# Performance: oxits (Rust) vs pyts (Python)
## Methodology
Both libraries are benchmarked with identical methodology:
- **Runs**: 51 timed iterations after 5 warmup runs
- **Statistic**: P25 (25th percentile) — more robust than median for workloads with upward-skewed noise from thread scheduling
- **Data**: Seeded random normal data with matched dimensions
- **Build**: Rust release profile with `lto = "fat"`, `codegen-units = 1`, `target-cpu=native`
### System
| **CPU** | 13th Gen Intel Core i9-13900H (14 cores / 20 threads, up to 5.4 GHz) |
| **OS** | Manjaro Linux 6.18.8 |
| **Rust** | 1.93.0 (2026-01-19) |
| **Python** | 3.14.2 |
| **pyts** | 0.13.0 |
### Running the benchmarks
```bash
# Rust
cargo run --release --example benchmark --features decomposition
# Python
cd test_harness
pip install -r requirements.txt
python benchmark_pyts.py
# Comparison report
python compare_benchmarks.py
```
## Results
### Preprocessing
| StandardScaler | 100 x 500 | 0.392 | 0.032 | **12.3x** |
| MinMaxScaler | 100 x 500 | 0.258 | 0.037 | **7.0x** |
| KBinsDiscretizer | 100 x 500 | 1.653 | 0.155 | **10.7x** |
### Approximation
| PAA (output_size=50) | 100 x 500 | 0.022 | 0.024 | 0.9x |
| SAX (n_bins=4) | 100 x 500 | 0.748 | 0.095 | **7.9x** |
| DFT (n_coefs=20) | 100 x 500 | 0.410 | 0.056 | **7.4x** |
| SFA (fit+transform) | 100 x 500 | 0.828 | 0.330 | **2.5x** |
### Metrics (DTW)
| DTW classic | n=100 | 0.093 | 0.049 | **1.9x** |
| DTW classic | n=500 | 1.932 | 1.361 | **1.4x** |
| DTW classic | n=1000 | 9.831 | 5.528 | **1.8x** |
| DTW Sakoe-Chiba | n=500 | 0.532 | 0.339 | **1.6x** |
| DTW fast | n=500 | 6.201 | 0.181 | **34.4x** |
DTW classic has a hard performance floor due to the sequential O(nm) dynamic programming recurrence.
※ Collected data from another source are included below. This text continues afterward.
class Shown(unittest.TestCase):
    """What stands first of a point is what its peaks are made with, marked where pipes or stated figures act."""

    def test_the_time_used_is_that_of_the_peaks_and_the_ground_keeps_names_of_its_own(self):
        for tables, other in ((PIPED, 1), (STATED, 3), (PLAIN, 0)):
            used = {r["point"]: r for r in tables["peaks"] if r["return_period_years"] == "10"}
            plain = by_name(PLAIN["outlets"])
            differ = 0
            for row in tables["outlets"]:
                peak = used[row["name"]]
                self.assertAlmostEqual(float(row["time_used_min"]), float(peak["time_of_concentration_min"]), delta=6e-4)
                self.assertAlmostEqual(float(row["network_area_ha"]) / float(peak["area_ha"]), 1, delta=1e-4)
                for column in ("time_of_concentration_min", "area_ha"):
                    self.assertEqual(row[column], plain[row["name"]][column])
                is_other = (row["time_used_min"], row["network_area_ha"]) != (row["time_of_concentration_min"], row["area_ha"])
                self.assertTrue(row["stated_acts"] == "yes" or not is_other, row["name"])
                differ += is_other
            self.assertGreaterEqual(differ, other)

    def test_points_are_marked_where_something_stated_acts_and_only_there(self):
        marked = {r["name"] for r in STATED["outlets"] if r["stated_acts"] == "yes"}
        # The way time of the tramway bank acts below it alone; a C counts at its own point already.
        self.assertTrue({"Side valley mouth", "Orchard inlet", "School inlet", "Weir"} <= marked)
        self.assertNotIn("Tramway bank", marked)
        self.assertEqual({r["stated_acts"] for r in PLAIN["outlets"]}, {"no"})
        for row in STATED["outlets"]:
            self.assertFalse(row["stated_acts"] == "yes" and not row["stated_above"], row["name"])

    def test_the_console_shows_the_time_used_with_its_mark_and_the_headline_both(self):
        for tables in (PIPED, STATED, PLAIN):
            shown = {}
            for line in tables["said"].splitlines():
                for row in tables["outlets"]:
                    if re.match(re.escape(row["name"]) + r"  +[0-9]", line):
                        shown[row["name"]] = line[len(row["name"]):].split()[1]
            for row in tables["outlets"]:
                mark = "*" if row["stated_acts"] == "yes" else ""
                if row["name"] in shown:
                    time = shown[row["name"]]
                    self.assertEqual(time.endswith("*"), bool(mark), row["name"])
                    self.assertAlmostEqual(float(time.rstrip("*")), float(row["time_used_min"]), delta=0.0506)
            self.assertIn("Weir", shown)
            is_any = tables is not PLAIN
            self.assertEqual("* Pipes or stated figures act on this point" in tables["said"], is_any)
            weir = by_name(tables["outlets"])["Weir"]
            headline = next(line for line in tables["said"].splitlines() if line.strip(" *").startswith("'Weir' drains"))
            self.assertIn(f"arrives after {float(weir['time_used_min']):.3g} min", headline)
            self.assertEqual("Over the ground alone it drains" in headline, is_any)
            if is_any:
                self.assertIn(f"the time is {float(weir['time_of_concentration_min']):.3g} min", headline)

    def test_the_reports_table_of_points_has_the_time_used_with_its_mark(self):
        for tables in (STATED, PLAIN):
            for row in tables["outlets"]:
                found = re.search(r"<tr data-number=\"" + row["number"] + r"\".*?</a></td><td>(.*?)</td><td>(.*?)</td>", tables["report"])
                mark = "*" if row["stated_acts"] == "yes" else ""
                self.assertEqual(found[2], row["time_used_min"] + mark)
                self.assertEqual(found[1].endswith("*"), bool(mark))
            self.assertEqual('<p class="mark">* Pipes or stated figures act' in tables["report"], tables is STATED)

    def test_every_return_periods_storm_has_the_time_of_its_peak_beside_the_grounds(self):
        used = {(r["point"], r["return_period_years"]): r["time_of_concentration_min"] for r in STATED["peaks"]}
        for r in STATED["storms"]:
            self.assertEqual(r["time_used_min"], used[r["point"], r["return_period_years"]])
The large DTW fast speedup comes from the multiscale approximation implementation.
### Bag of Words
| BagOfWords | 50 x 200 | 16.73 | 8.857 | **1.9x** |
### Image Transforms
| GASF | 50 x 100 | 0.742 | 0.243 | **3.1x** |
| GADF | 50 x 100 | 0.735 | 0.254 | **2.9x** |
| MTF | 50 x 100 | 1.412 | 0.234 | **6.0x** |
| RecurrencePlot | 50 x 100 | 0.815 | 0.222 | **3.7x** |
### Decomposition
| SSA (window=10) | 20 x 200 | 3.335 | 0.316 | **10.5x** |
### Transformation
| BOSS (fit+transform) | 50 x 300 | 26.64 | 9.052 | **2.9x** |
| ROCKET (500 kernels) | 50 x 300 | 58.89 | 5.664 | **10.4x** |
| ShapeletTransform | 50 x 300 | 37,240 | 284 | **131.2x** |
| BagOfPatterns | 50 x 300 | 29.90 | 12.53 | **2.4x** |
### Classification
| KNN (k=3, Euclidean) | 50/20 x 200 | 1.651 | 0.098 | **16.8x** |
| BOSSVS | 50/20 x 200 | 26.19 | 7.968 | **3.3x** |
| TimeSeriesForest | 50/20 x 200 | 44.18 | 9.127 | **4.8x** |
SAXVSM, TSBF, and LearningShapelets are not available in pyts and have no comparison baseline.
## Summary
| **Geometric mean speedup** | **5.0x** |
| Arithmetic mean speedup | 11.6x |
| Median speedup | 3.7x |
| Min speedup | 0.9x (PAA) |
| Max speedup | 131.2x (ShapeletTransform) |
25 out of 28 algorithms have Python baselines. All 25 are faster or within measurement noise. The largest gains come from compute-intensive algorithms (ShapeletTransform, DTW fast, KNN, ROCKET, SSA) where Rust's compiled code, SIMD autovectorization, and Rayon parallelism compound.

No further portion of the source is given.